I like keeping some of each, for when the mood strikes. Sometimes I crave the leathery, smooth Dominican taste, or the more forward spciy Nic stix hit the spot. I'm at about 90% CCs so you can see my preference, but it will never be 100%.


----------



## FlyerFanX (Feb 20, 2007)

macms said:


> Its to late for happiness for Mr. rack04... :r
> 
> DC #0103 8555 7490 0243 5968


NICE!!!!! :tu:r:tu


----------



## No1der (Apr 2, 2007)

FlyerFanX said:


> I've always enjoyed many different cigars and since I've joined the Jungle I've had the chance to experience many many different smokes that I probably would not have otherwise.
> 
> But...since I started my "small" slide down the forbidden slope, well, those NC smokes just don't seem to do it for me anymore. I go to the coolerdor, look at the Opus, look at the Pepins, and my instinct is to grab a gerbil. I almost have to force myself to smoke the NCs I have accumulated.
> 
> Anyone else experience this - and to this degree?

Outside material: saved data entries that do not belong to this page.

def _keyframed_states(scene, tracks, clocks, step):
    """Positions from the keyframes; dt/dframe from dtau/dframe = time_step."""
    a = scene.spin
    default = scene["animation.interpolation"]

    def position(f):
        out = []
        for key in ("observer.distance", "observer.inclination", "observer.azimuth"):
            out.append(interpolate(tracks[key], f, default) if key in tracks else scene[key])
        return out[0], np.radians(out[1]), np.radians(out[2])

    def derivative(f, h=1e-4):
        lo, hi = position(f - h), position(f + h)
        return [(y - x) / (2 * h) for x, y in zip(lo, hi)]

    def dt_dframe(f):
        r, theta, _ = position(f)
        dr, dth, dph = derivative(f)
        sigma, delta, big_a = metric_functions(r, theta, a)
        lapse, omega, varpi = zamo_quantities(a, r, theta)
        # -dtau^2 = g_ab dx^a dx^b per frame, solved for T = dt/dframe (future root):
        # (N^2 - varpi^2 omega^2) T^2 + 2 varpi^2 omega phi' T - (varpi^2 phi'^2 + S + dtau^2) = 0.
        qa = lapse ** 2 - (varpi * omega) ** 2
        if not qa > 0.0:
            raise MotionError(f"at frame {f:.4g} the camera is in the ergoregion (r = {r:.6g} M), "
                              "where a keyframed path is not supported")
        qb = 2.0 * varpi ** 2 * omega * dph
        qc = -(varpi ** 2 * dph ** 2 + sigma / delta * dr ** 2 + sigma * dth ** 2 + step ** 2)
        return (-qb + np.sqrt(qb * qb - 4.0 * qa * qc)) / (2.0 * qa), (r, theta, dr, dth, dph)

    r_plus, _ = horizon_radii(a)
    substeps = 8
    t = 0.0
    states = []
    for k in range(len(clocks)):
        if k > 0:
            grid = np.linspace(k - 1, k, substeps + 1)
            values = [dt_dframe(f)[0] for f in grid]
            t += float(np.trapezoid(values, grid) if hasattr(np, "trapezoid")
                       else np.trapz(values, grid))
        r, theta, phi = position(k)
        if not r > r_plus:
            raise MotionError(f"frame {k} puts the camera at r = {r:.6g} M, inside the "
                              f"horizon r_+ = {r_plus:.6g} M")
        T, (r, theta, dr, dth, dph) = dt_dframe(k)
        try:
            v = velocity_from_coordinates(a, r, theta, dr / T, dth / T, dph / T)
        except MotionError as exc:
            raise MotionError(f"frame {k}: {exc}") from None
        states.append((clocks[k], t, {"observer.distance": float(r)},
                       tuple(float(x) for x in v)))
    return states


# --- rendering one frame -------------------------------------------------------------------

class _ModulatedLaw:
    """An emission law times a per-crossing pattern factor (same shape as the crossings)."""

    def __init__(self, law, factor):
        self._law = law
        self._factor = factor
        self.name = law.name

    def intensity(self, r):
        base = self._law.intensity(r)
        return base * self._factor if np.shape(base) == self._factor.shape else base

    def __getattr__(self, name):
        return getattr(self._law, name)


@dataclass
class FrameResult:
    """A rendered frame: its pixels and what the light curve needs."""

    index: int
    pixels: np.ndarray
    flux: float
    seconds: float
    info: dict = field(default_factory=dict)


_TRACE_CACHE = {}


def _geometry_key(scene, velocity):
    # Everything that decides the rays: the observer set-up and how they are traced.
    return scene.viewpoint(), scene.trace_settings(), velocity


def _trace(scene, velocity, progress=None):
    """Bundle and raw kernel output; a frame with the same geometry as the last reuses it."""
    key = _geometry_key(scene, velocity)
    if key in _TRACE_CACHE:
        return _TRACE_CACHE[key]
    alpha, beta, bundle = scene.viewpoint().rays(velocity=velocity)
    raw = trace(scene.trace_settings(), alpha, beta, bundle, progress)
    _TRACE_CACHE.clear()
    _TRACE_CACHE[key] = (bundle, raw)
    return bundle, raw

I agree with you, once you go down the forbidden slope the NC's just don't taste as good. Simply put, they just don't have that flavor that I crave when reaching for a smoke.

I also thought, at first, that I was smoking the CC's every day because they were a "the new girlfriend" but after smoking and comparing for a while it's just that the CC's taste better by leaps and bounds.

There are a few exceptions, for example I still keep a couple of boxes of Padron X000 series cigars on hand because I still really love them. They taste so different from anything I've ever tried that the did/will/always have a place in my heart and my humidor. That is however the only exception to the rule that I can think of.

All in all, you're not mistaken, the CC's are a superior smoke and just can't be duplicated via a NC.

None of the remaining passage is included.